New Materials, Compounds and Applications

In this study, a novel series of bis-1,2,3-triazole derivatives were synthesized from terephthalic aldehyde via azide-alkyne cycloaddition reactions involving bis-hydrazone-based dichlorodiazadienes and sodium azide. The structures of the synthesized compounds were characterized using NMR spectroscopy and their biological activity profiles were computationally predicted using state-of-the-art cheminformatics platforms including AntiVir-Pred, AntiBac-Pred and AntiFungal-Pred. The in silico antiviral activity prediction revealed that compounds 2 and 5 displayed high probability of activity (Pa > 0.6) against key viral targets such as the replicase polyprotein of SARS-CoV-2 and the genome polyprotein of Dengue virus, highlighting their potential as antiviral drug candidates. Antibacterial screening indicated that compounds 1-7, particularly compound 6 (bearing a 4-bromo substituent), showed promising activity against Yersinia pestis (Pa = 0.6972), while the activity against other bacterial strains was relatively low.

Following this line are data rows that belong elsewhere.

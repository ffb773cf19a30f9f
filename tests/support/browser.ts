/**
 * Headless Chromium from Debian's package, driven by playwright-core (no
 * browser download). Launch flags as verified in toolchain.md.
 */
import { execFileSync } from 'node:child_process';
import { mkdirSync, mkdtempSync } from 'node:fs';
import { tmpdir } from 'node:os';
import { join } from 'node:path';
import { type BrowserContext, chromium, type ConsoleMessage, type Page } from 'playwright-core';
import { artifactsDir } from './paths.ts';

function chromiumPath(): string {
  if (process.env.CAIRN_CHROMIUM) return process.env.CAIRN_CHROMIUM;
  try {
    return execFileSync('sh', ['-c', 'command -v chromium'], { encoding: 'utf8' }).trim();
  } catch {
    throw new Error(
      "chromium is not installed: `npm test` installs Debian's chromium package; or run apt-get install -y chromium",
    );
  }
}

export interface BrowserSession {
  context: BrowserContext;
  page: Page;
  /** Console errors and page errors seen so far */
  errors: string[];
  screenshot(name: string): Promise<string>;
  close(): Promise<void>;
}

export async function openBrowser(): Promise<BrowserSession> {
  const profile = mkdtempSync(join(tmpdir(), 'cairn-chromium-'));
  const context = await chromium.launchPersistentContext(profile, {
    executablePath: chromiumPath(),
    headless: true,
    viewport: { width: 1280, height: 860 },
    args: [
      '--headless',
      '--no-sandbox',
      '--disable-gpu',
      '--disable-quic',
      '--no-first-run',
      '--disable-background-networking',
      '--disable-component-update',
      '--disable-sync',
      '--disable-dev-shm-usage',
    ],
  });
  const page = context.pages()[0] ?? (await context.newPage());
  const errors: string[] = [];
  const onConsole = (message: ConsoleMessage) => {
    if (message.type() === 'error') errors.push(`console: ${message.text()}`);
  };
  page.on('console', onConsole);
  page.on('pageerror', (error) => errors.push(`page: ${error.message}`));
  mkdirSync(artifactsDir, { recursive: true });
  return {
    context,
    page,
    errors,
    screenshot: async (name) => {
      const file = join(artifactsDir, `${name}.png`);
      await page.screenshot({ path: file, fullPage: true });
      return file;
    },
    close: () => context.close(),
  };
}

/**
 * Waits until sign-in has landed: the person's name in the navigation bar and the landing page's
 * heading (the home page's welcome, or — for a practice lead whose practice has a current
 * submission — that practice's results). Returns the path landed on.
 */
export async function waitForLanding(page: Page, name: string): Promise<string> {
  await page.waitForURL((url) => url.pathname !== '/start' && !url.pathname.startsWith('/api/'));
  await page.locator('.cairn-user', { hasText: name }).waitFor();
  await page.locator('h1.cairn-page-title').first().waitFor();
  return new URL(page.url()).pathname;
}

/**
 * Signs `name` in as a person does, in a fresh session (cookies cleared): the front page's Sign
 * in, the organisation's sign-in, then the persona on the local identity provider's page; waits
 * for the landing page.
 */
export async function signIn(browser: BrowserSession, baseUrl: string, name: string) {
  const { page } = browser;
  await browser.context.clearCookies();
  await page.goto(baseUrl + '/', { waitUntil: 'networkidle' });
  await page.locator('.cairn-navbar').getByRole('button', { name: 'Sign in' }).click();
  await page.getByRole('button', { name: "Continue to your organisation's sign-in" }).click();
  await page.getByRole('button', { name: `Sign in as ${name}` }).click();
  return waitForLanding(page, name);
}

/** A link of the main navigation bar, by its words. */
export const navLink = (page: Page, name: string, { exact = false } = {}) =>
  page.getByRole('navigation', { name: 'Main' }).getByRole('link', { name, exact });
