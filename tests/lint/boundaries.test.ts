/**
 * The module boundaries in eslint.config.js fire (imports of another module's models or
 * repository, the database from a controller, another web feature; SQL on another module's
 * table): each case is a snippet linted as if it were a file at that path (ESLint's Node API;
 * nothing is written).
 */
import { ESLint } from 'eslint';
import { beforeAll, describe, expect, it } from 'vitest';
import { repoRoot } from '../support/paths.ts';

let eslint: ESLint;
beforeAll(() => {
  eslint = new ESLint({ cwd: repoRoot });
});

async function restricted(filePath: string, code: string): Promise<string[]> {
  const [result] = await eslint.lintText(code, { filePath });
  return (result?.messages ?? [])
    .filter((m) => m.ruleId === 'no-restricted-imports' || m.ruleId === 'no-restricted-syntax')
    .map((m) => m.message);
}

describe('module boundaries (eslint.config.js)', () => {
  const cases: [string, string, string, RegExp | null][] = [
    [
      "a module importing another module's models",
      'packages/api/src/auth/example.ts',
      "import { User } from '../users/models/user.model.js';\nexport { User };\n",
      /users module owns its tables/,
    ],
    [
      "a module importing another module's repository",
      'packages/api/src/quarters/example.ts',
      "import { SubmissionRepository } from '../submissions/submission.repository.js';\nexport { SubmissionRepository };\n",
      /submissions module owns its tables/,
    ],
    [
      'a controller importing Sequelize',
      'packages/api/src/submissions/example.controller.ts',
      "import { Sequelize } from 'sequelize-typescript';\nexport { Sequelize };\n",
      /Controllers never touch the database/,
    ],
    [
      "a controller importing its own module's repository",
      'packages/api/src/submissions/example.controller.ts',
      "import { SubmissionRepository } from './submission.repository.js';\nexport { SubmissionRepository };\n",
      /Controllers never touch the database/,
    ],
    [
      'a web feature importing another feature',
      'packages/web/src/features/extracts/routes/Example.tsx',
      "import { useUsers } from '../../users/api/users';\nexport { useUsers };\n",
      /never imports another feature \(users\)/,
    ],
    [
      "raw SQL on another module's table",
      'packages/api/src/submissions/example.service.ts',
      "export const sql = 'SELECT region_id FROM practices WHERE id = ?';\n",
      /SQL on another module's table/,
    ],
    [
      "raw SQL on another module's table, in a template",
      'packages/api/src/quarters/example.service.ts',
      'export const sql = (n: number) => `UPDATE submissions SET rows_done = ${n}`;\n',
      /SQL on another module's table/,
    ],
    [
      "raw SQL on the module's own table",
      'packages/api/src/organisations/example.ts',
      "export const sql = 'SELECT id FROM practices WHERE region_id = ?';\n",
      null,
    ],
    [
      "a service importing its own module's models",
      'packages/api/src/users/example.service.ts',
      "import { User } from './models/user.model.js';\nexport { User };\n",
      null,
    ],
    [
      'a web feature importing shared UI',
      'packages/web/src/features/extracts/routes/Example.tsx',
      "import { ProblemCallout } from '../../../components/ProblemCallout';\nexport { ProblemCallout };\n",
      null,
    ],
  ];

  it.each(cases)('%s', async (_name, filePath, code, expected) => {
    const messages = await restricted(filePath, code);
    if (expected === null) expect(messages).toEqual([]);
    else expect(messages).toEqual([expect.stringMatching(expected)]);
  });
});
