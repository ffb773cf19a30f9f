/**
 * A sheet scan thread (sheet-scan-thread.ts): scans each worksheet part it is sent, one at a
 * time, and answers with the sheet's facts, the refusal, or what went wrong.
 */
import { parentPort } from 'node:worker_threads';
import type { ScanReply, ScanRequest } from './sheet-scan-thread.js';
import { PrescanRefusal, scanSheet } from './xlsx-prescan.js';
import type { ZipEntry } from './zip.js';

const port = parentPort!;

port.on('message', (request: ScanRequest) => {
  const buf = Buffer.from(request.data.buffer, request.data.byteOffset, request.data.byteLength);
  const sheet: ZipEntry = {
    name: request.name,
    method: request.method,
    encrypted: false,
    compressedSize: buf.length,
    uncompressedSize: 0,
    localOffset: 0,
    dataStart: 0,
    end: buf.length,
  };
  scanSheet(buf, sheet, { remaining: request.remaining }, request.capBytes).then(
    (facts) => port.postMessage({ facts } satisfies ScanReply),
    (error: unknown) =>
      port.postMessage(
        (error instanceof PrescanRefusal
          ? { refusal: error.refusal }
          : { error: error instanceof Error ? error.message : String(error) }) satisfies ScanReply,
      ),
  );
});
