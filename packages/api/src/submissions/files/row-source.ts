import type { Cell } from '../format/values.js';
import type { CellRange } from './xlsx-prescan.js';

/** One row of the chosen sheet (or CSV record); `row` is the spreadsheet row number, from 1. */
export interface SourceRow {
  row: number;
  cells: Cell[];
}

export interface SourceNotes {
  sheetName: string | null;
  otherSheets: string[];
  merges: CellRange[];
  hiddenRows: number[];
  hiddenColumns: number[];
  delimiter: string | null;
  encoding: string | null;
}

/** Rows of an extract, read as a stream in batches. */
export interface RowSource {
  readonly kind: 'xlsx' | 'csv';
  /** Rows holding values, heading row included, counted before reading */
  readonly valuedRows: number;
  readonly date1904: boolean;
  readonly notes: SourceNotes;
  /** Formula cells whose saved result was used */
  formulaCells: number;
  batches(): AsyncGenerator<SourceRow[]>;
  /** Stops reading ahead, when the rows are not all wanted */
  close?(): Promise<void>;
}
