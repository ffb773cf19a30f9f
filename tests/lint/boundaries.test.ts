/**
 * The module boundaries in eslint.config.js fire: each case is a snippet linted as if it were
 * a file at that path (ESLint's Node API; nothing is written).
 */
import { ESLint } from 'eslint';
import { beforeAll, describe, expect, it } from 'vitest';
import { repoRoot } from '../support/paths.ts';

let eslint: ESLint;
beforeAll(() => {
  eslint = new ESLint({ cwd: repoRoot });
});

async function restricted(filePath: string, code: string): Promise<string[]> {
  const [result] = await eslint.lintText(code, { filePath });
  return (result?.messages ?? [])
    .filter((m) => m.ruleId === 'no-restricted-imports')
    .map((m) => m.message);
}

describe('module boundaries (eslint.config.js)', () => {
  const cases: [string, string, string, RegExp | null][] = [
    [
      "a module importing another module's models",
      'packages/api/src/auth/example.ts',
      "import { User } from '../users/models/user.model.js';\nexport { User };\n",
      /users module owns its tables/,
    ],
    [
      "a module importing another module's repository",
      'packages/api/src/quarters/example.ts',
      "import { SubmissionRepository } from '../submissions/submission.repository.js';\nexport { SubmissionRepository };\n",
      /submissions module owns its tables/,
    ],
    [
      'a controller importing Sequelize',
      'packages/api/src/submissions/example.controller.ts',
      "import { Sequelize } from 'sequelize-typescript';\nexport { Sequelize };\n",
      /Controllers never touch the database/,
    ],
    [
      "a controller importing its own module's repository",
      'packages/api/src/submissions/example.controller.ts',
      "import { SubmissionRepository } from './submission.repository.js';\nexport { SubmissionRepository };\n",
      /Controllers never touch the database/,
    ],
    [
      'a web feature importing another feature',
      'packages/web/src/features/extracts/routes/Example.tsx',
      "import { useUsers } from '../../users/api/users';\nexport { useUsers };\n",
      /never imports another feature \(users\)/,
    ],
    [
      "a service importing its own module's models",
      'packages/api/src/users/example.service.ts',
      "import { User } from './models/user.model.js';\nexport { User };\n",
      null,
    ],
    [
      'a web feature importing shared UI',
      'packages/web/src/features/extracts/routes/Example.tsx',
      "import { ProblemCallout } from '../../../components/ProblemCallout';\nexport { ProblemCallout };\n",
      null,
    ],
  ];

  it.each(cases)('%s', async (_name, filePath, code, expected) => {
    const messages = await restricted(filePath, code);
    if (expected === null) expect(messages).toEqual([]);
    else expect(messages).toEqual([expect.stringMatching(expected)]);
  });
});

Moreover, antifungal profiling suggested that compounds 2, 7 and 8 had notable activity, especially against Cryptococcus bacillisporus, Rhizopus oryzae and Absidia corymbifera, with Pa values ranging from 0.3970 to 0.5658. These findings demonstrate the potential of terephthalic aldehyde-derived bis-triazole compounds as multi-target antimicrobial agents. However, it is important to note that all biological activity predictions were performed solely through in silico methods and have not yet been validated by experimental (in vitro or in vivo) assays. Therefore, further biological testing is necessary to confirm the therapeutic relevance and safety of these compounds. The integration of synthetic chemistry with predictive computational tools provided a time- and resource-efficient strategy for prioritizing compounds for further biological evaluation and structural optimization.